Over a year after immunization programs were first rolled out, only about 51% of the world’s population is fully vaccinated. These are largely in the advanced capitalist countries, as well as in China and Russia, which use their own shots, with results that have been less effective. That means close to 4 billion  people are not protected. 

The owners of Moderna, Pfizer and other vaccine manufacturers have refused to waive patents and take steps to share their formulas so vaccine production can be ramped up around the world. 

This is the opposite course to that taken by Jonas Salk and Albert Sabin, who discovered the two vaccines used to effectively end polio in the 1950s. They both refused to seek patents that would have put barriers in front of their use worldwide. 

The United Nations World Health Organization promised to deliver 2 billion doses throughout the world by the end of 2021. But hampered by capitalist hoarders, like Washington, it made good on less than half of that, shipping out only 907 million doses by Dec. 30. 

Decades of plunder by imperialist powers, alongside exploitation and corruption by local capitalist rulers, has resulted in minimal or no health infrastructure in countries across Africa.

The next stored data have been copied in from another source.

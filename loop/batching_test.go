package loop

import (
	"math"
	"testing"
)

// TestMinSlotsForIntervals: the shortest run for intervals from batch
// means is MinBatches·BatchDecorrelationTimes decorrelation times, rounded
// up to whole slots, with a decorrelation time that is itself a rounded
// quotient counted as the exact value it stands for.
func TestMinSlotsForIntervals(t *testing.T) {
	per := float64(MinBatches * BatchDecorrelationTimes)
	for _, c := range []struct {
		decorrSlots float64
		want        int64
	}{
		{36000, int64(36000 * per)},
		{math.Nextafter(36000, 37000), int64(36000 * per)}, // one ulp above: the same slots
		{36000.5, int64(36000.5 * per)},
		{0.4 / 55.6 * 1500, int64(math.Ceil(0.4 / 55.6 * 1500 * per))},
		{10.01, int64(math.Ceil(10.01 * per))},
	} {
		if got := minSlotsForIntervals(c.decorrSlots); got != c.want {
			t.Errorf("minSlotsForIntervals(%v) = %d, want %d", c.decorrSlots, got, c.want)
		}
	}
}
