package main

import (
	"context"
	"crypto/tls"
	"crypto/x509"
	"errors"
	"fmt"
	"log/slog"
	"net"
	"net/http"
	"os"
	"strings"
	"time"

	"github.com/fadeloop/fadeloop/service"
)

func init() {
	register(&command{
		order:   70,
		name:    "serve",
		summary: "serve the fadeloop gRPC API (the same server as fadeloopd)",
		usage:   "",
		details: `Serves ChannelService, SimulationService, LoopService, grpc.health.v1 and
server reflection on --listen, with the server of package service (the one
fadeloopd runs: validation, cost bound, admission control, logging, panic
recovery, Prometheus metrics on --metrics-listen). Ctrl-C or SIGTERM drains
the server: health turns NOT_SERVING and calls in flight finish (up to
--drain-timeout), then it stops.

TLS: --tls-cert and --tls-key are the server's certificate and key; with
--tls-ca as well, clients must present a certificate signed by that CA
(mutual TLS).

Examples:
  fadeloop serve
  fadeloop serve --listen 0.0.0.0:8470 --tls-cert server.pem --tls-key server.key
  fadeloop serve --listen 127.0.0.1:0 --tls-cert s.pem --tls-key s.key --tls-ca clients-ca.pem`,
		run: runServe,
	})
}

func runServe(ctx context.Context, e *env, args []string) error {
	c := lookup("serve")
	fs := e.newFlagSet(c)
	listen := fs.String("listen", "127.0.0.1:8470", "gRPC listen `ADDR` (port 0 picks a free port, printed on stderr)")
	metricsListen := fs.String("metrics-listen", "", "Prometheus metrics HTTP listen `ADDR` serving /metrics (empty: none)")
	maxCost := fs.Int64("max-cost", service.DefaultMaxCost, "cost bound of one call in tap-slots (`N`)")
	maxRuns := fs.Int("max-concurrent-runs", 0, "runs executing at once (`N`, 0: GOMAXPROCS)")
	drain := fs.Duration("drain-timeout", time.Minute, "on Ctrl-C or SIGTERM, how long calls in flight may run (`DURATION`)")
	logLevel := fs.String("log-level", "info", "log `LEVEL`: debug, info, warn or error")
	rest, err := parseFlags(fs, args)
	if err != nil {
		return err
	}
	if len(rest) > 0 {
		return badInputf("unexpected arguments: %s", strings.Join(rest, " "))
	}
	var lv slog.Level
	if err := lv.UnmarshalText([]byte(*logLevel)); err != nil {
		return badInputf("--log-level: %v", err)
	}
	logger := slog.New(slog.NewTextHandler(e.stderr, &slog.HandlerOptions{Level: lv}))
	tc, err := serverTLS(e.g.tls.CertFile, e.g.tls.KeyFile, e.g.tls.CAFile)
	if err != nil {
		return badInput{err}
	}
	srv, err := service.NewServer(service.Config{MaxCost: *maxCost, MaxConcurrentRuns: *maxRuns, TLS: tc, Logger: logger})
	if err != nil {
		return badInput{err}
	}
	lis, err := net.Listen("tcp", *listen)
	if err != nil {
		return badInputf("--listen %s: %v", *listen, err)
	}
	var metricsSrv *http.Server
	if *metricsListen != "" {
		mlis, err := net.Listen("tcp", *metricsListen)
		if err != nil {
			lis.Close()
			return badInputf("--metrics-listen %s: %v", *metricsListen, err)
		}
		mux := http.NewServeMux()
		mux.Handle("/metrics", srv.MetricsHandler())
		metricsSrv = &http.Server{Handler: mux, ReadHeaderTimeout: 10 * time.Second}
		go func() { _ = metricsSrv.Serve(mlis) }()
		logger.Info("metrics listening", slog.String("metrics_addr", mlis.Addr().String()))
	}
	logger.Info("listening", slog.String("grpc_addr", lis.Addr().String()), slog.Bool("tls", tc != nil),
		slog.Bool("mutual_tls", tc != nil && tc.ClientCAs != nil))
	served := make(chan error, 1)
	go func() { served <- srv.Serve(lis) }()
	select {
	case err := <-served:
		return err
	case <-ctx.Done():
	}
	logger.Info("draining", slog.Duration("drain_timeout", *drain))
	dctx, cancel := context.WithTimeout(context.Background(), *drain)
	defer cancel()
	drainErr := srv.Shutdown(dctx)
	if metricsSrv != nil {
		_ = metricsSrv.Close()
	}
	if err := <-served; err != nil {
		return err
	}
	if drainErr != nil {
		logger.Warn("drain cut short; remaining calls cancelled", slog.String("error", drainErr.Error()))
	} else {
		logger.Info("stopped")
	}
	return nil
}

// serverTLS loads the server certificate and, with caFile, the CA that
// client certificates must chain to.
func serverTLS(certFile, keyFile, caFile string) (*tls.Config, error) {
	if certFile == "" && keyFile == "" {
		if caFile != "" {
			return nil, errors.New("--tls-ca needs --tls-cert and --tls-key")
		}
		return nil, nil
	}
	if certFile == "" || keyFile == "" {
		return nil, errors.New("--tls-cert and --tls-key go together")
	}
	cert, err := tls.LoadX509KeyPair(certFile, keyFile)
	if err != nil {
		return nil, fmt.Errorf("TLS key pair: %w", err)
	}
	cfg := &tls.Config{Certificates: []tls.Certificate{cert}, MinVersion: tls.VersionTLS12}
	if caFile != "" {
		pemBytes, err := os.ReadFile(caFile)
		if err != nil {
			return nil, fmt.Errorf("--tls-ca: %w", err)
		}
		pool := x509.NewCertPool()
		if !pool.AppendCertsFromPEM(pemBytes) {
			return nil, fmt.Errorf("--tls-ca %s: no PEM certificates", caFile)
		}
		cfg.ClientCAs = pool
		cfg.ClientAuth = tls.RequireAndVerifyClientCert
	}
	return cfg, nil
}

Half the countries on the continent have administered less than 50% of the doses they have received. In Nigeria, where only 2.1% of the population are fully vaccinated, the government had to destroy 1 million doses of the AstraZeneca vaccine Dec. 22, after they expired.  

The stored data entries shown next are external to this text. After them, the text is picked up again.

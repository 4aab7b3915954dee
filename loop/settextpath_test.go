package loop

import (
	"strings"
	"testing"
)

func TestSetTextPath(t *testing.T) {
	sc := CanonicalScenario()
	if err := SetTextPath(&sc, "inner_loop.mode", "INNER_MODE_FIXED_POWER"); err != nil {
		t.Fatal(err)
	}
	if sc.InnerLoop.Mode != InnerModeFixedPower {
		t.Errorf("inner_loop.mode = %v, want INNER_MODE_FIXED_POWER", sc.InnerLoop.Mode)
	}
	if err := SetTextPath(&sc, "groups[0].profile", "EVA"); err != nil {
		t.Fatal(err)
	}
	if sc.Groups[0].Profile != "EVA" || sc.Groups[0].CustomTaps != nil {
		t.Errorf("profile %q with %d custom taps, want EVA and none", sc.Groups[0].Profile, len(sc.Groups[0].CustomTaps))
	}
	before := sc.InnerLoop.Mode
	for _, c := range []struct{ path, text, want string }{
		{"inner_loop.mode", "INNER_MODE_BOGUS", "inner_loop.mode"},
		{"inner_loop.step_db", "1", "takes a number"},
		{"inner_loop.nope", "x", "unknown field"},
		{"groups[3].profile", "EPA", "out of range"},
		{"", "x", "empty field path"},
	} {
		err := SetTextPath(&sc, c.path, c.text)
		if err == nil || !strings.Contains(err.Error(), c.want) {
			t.Errorf("SetTextPath(%q, %q) = %v, want an error containing %q", c.path, c.text, err, c.want)
		}
	}
	if sc.InnerLoop.Mode != before {
		t.Errorf("a rejected enum name changed inner_loop.mode to %v", sc.InnerLoop.Mode)
	}
}

func TestSetPathGroupSpeed(t *testing.T) {
	sc := CanonicalScenario()
	sc.Groups[0].Speeds = []SpeedShare{{SpeedKmh: 3, Weight: 2}, {SpeedKmh: 30, Weight: 1}}
	if !IsGroupSpeedPath("groups[0].speed_kmh") || IsGroupSpeedPath("groups[0].speeds[0].speed_kmh") || IsGroupSpeedPath("groups.speed_kmh") {
		t.Error("IsGroupSpeedPath misclassifies a path")
	}
	if err := SetPath(&sc, "groups[0].speed_kmh", 120); err != nil {
		t.Fatal(err)
	}
	for i, s := range sc.Groups[0].Speeds {
		if s.SpeedKmh != 120 || s.Weight != []float64{2, 1}[i] {
			t.Errorf("speed %d = %+v, want 120 km/h with its weight kept", i, s)
		}
	}
	if err := SetPath(&sc, "groups[9].speed_kmh", 1); err == nil || !strings.Contains(err.Error(), "out of range") {
		t.Errorf("group out of range: err %v", err)
	}
}

func TestCloneSharesNoSlice(t *testing.T) {
	sc := CanonicalScenario()
	sc.InnerLoop.LevelsDB = []float64{-1, 0, 1}
	sc.Link.Table = []LinkPoint{{SIRDB: 0, BLER: 0.5}, {SIRDB: 5, BLER: 0.01}}
	sc.Groups[0].DistancesM = []float64{100, 200}
	c := sc.Clone()
	c.Groups[0].Speeds[0].SpeedKmh = 999
	c.Groups[0].DistancesM[0] = 999
	c.Groups[0].CustomTaps[0].PowerDB = 999
	c.InnerLoop.LevelsDB[0] = 999
	c.Link.Table[0].BLER = 999
	c.Groups[0].Count = 999
	if sc.Groups[0].Speeds[0].SpeedKmh == 999 || sc.Groups[0].DistancesM[0] == 999 || sc.Groups[0].CustomTaps[0].PowerDB == 999 ||
		sc.InnerLoop.LevelsDB[0] == 999 || sc.Link.Table[0].BLER == 999 || sc.Groups[0].Count == 999 {
		t.Error("changing the clone changed the original")
	}
	if d := (Scenario{}).Clone(); d.Groups != nil || d.InnerLoop.LevelsDB != nil {
		t.Error("Clone turned nil slices into empty ones")
	}
}
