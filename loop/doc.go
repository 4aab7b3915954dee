// Package loop is fadeloop's uplink power-control engine: the scenario
// model (receiver, user groups, inner and outer loop, link abstraction, run
// settings) with validation, the multi-user slot-by-slot simulation over the
// channels of package fading, and the figures an engineer tunes by (SIR
// error, outage, achieved BLER, transmit power, noise rise, convergence),
// each with a confidence interval.
//
// The package is pure Go: it imports the standard library, gonum and
// package fading, never grpc or generated protobuf code.
package loop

WHO now predicts it will take at least until August 2024 to vaccinate 70% of people in Africa. 

Cuba’s socialist revolution

One government in the world has an opposite approach. As a result of workers and farmers making and defending their socialist revolution, the government in Cuba acts on what working people need. 

Despite an unrelenting U.S. embargo aimed at blocking all sources of revenue to the island, the government there developed three effective vaccines and  ensured they were distributed. By Dec. 31, 86.5% of the country was fully vaccinated, with many more having begun the series of three shots. Daily death rates have plunged. 

The program is not enforced with mandates, as in the U.S. It is delivered freely all across the island and given voluntarily by the country’s national health system, backed by thousands of volunteers. This is a powerful example of what is possible when working people see the government as their own. 

Cuba has more doctors per population than any country in the world, and has sent 2,000 medical volunteers abroad to countries hardest hit by the pandemic. On Dec. 29 the Mexican government authorized the use of Cuba’s Abdala COVID vaccine, which is already exported to Vietnam and Venezuela. 

The Iranian government is mass producing Cuba’s Soberana vaccine. But before WHO will approve these vaccines, they insist the Cuban government must further document proof of their effectiveness — despite their well-known successful use in Cuba and growing use elsewhere. Cuban officials say they will submit the paperwork WHO requires. 

Since the earliest days of the revolutionary struggle to overthrow the U.S.-backed dictatorship of Fulgencio Batista in the 1950s, the Marxist leadership of the revolutionary movement in Cuba has treated health care as a human right. After the conquest of power in 1959 medical treatment ceased being a commodity to be sold at a profit and was made available to all.

Cuba’s vaccination program is a source of immense pride to the Cuban people and a powerful example to workers and farmers worldwide of what we can accomplish when we take political power into our own hands.

“As we fight against the attacks of the bosses and their government in the U.S.,” the SWP’s Studer said, “workers and farmers here will increasingly look to the revolutionary example of Cuba for a road forward here.”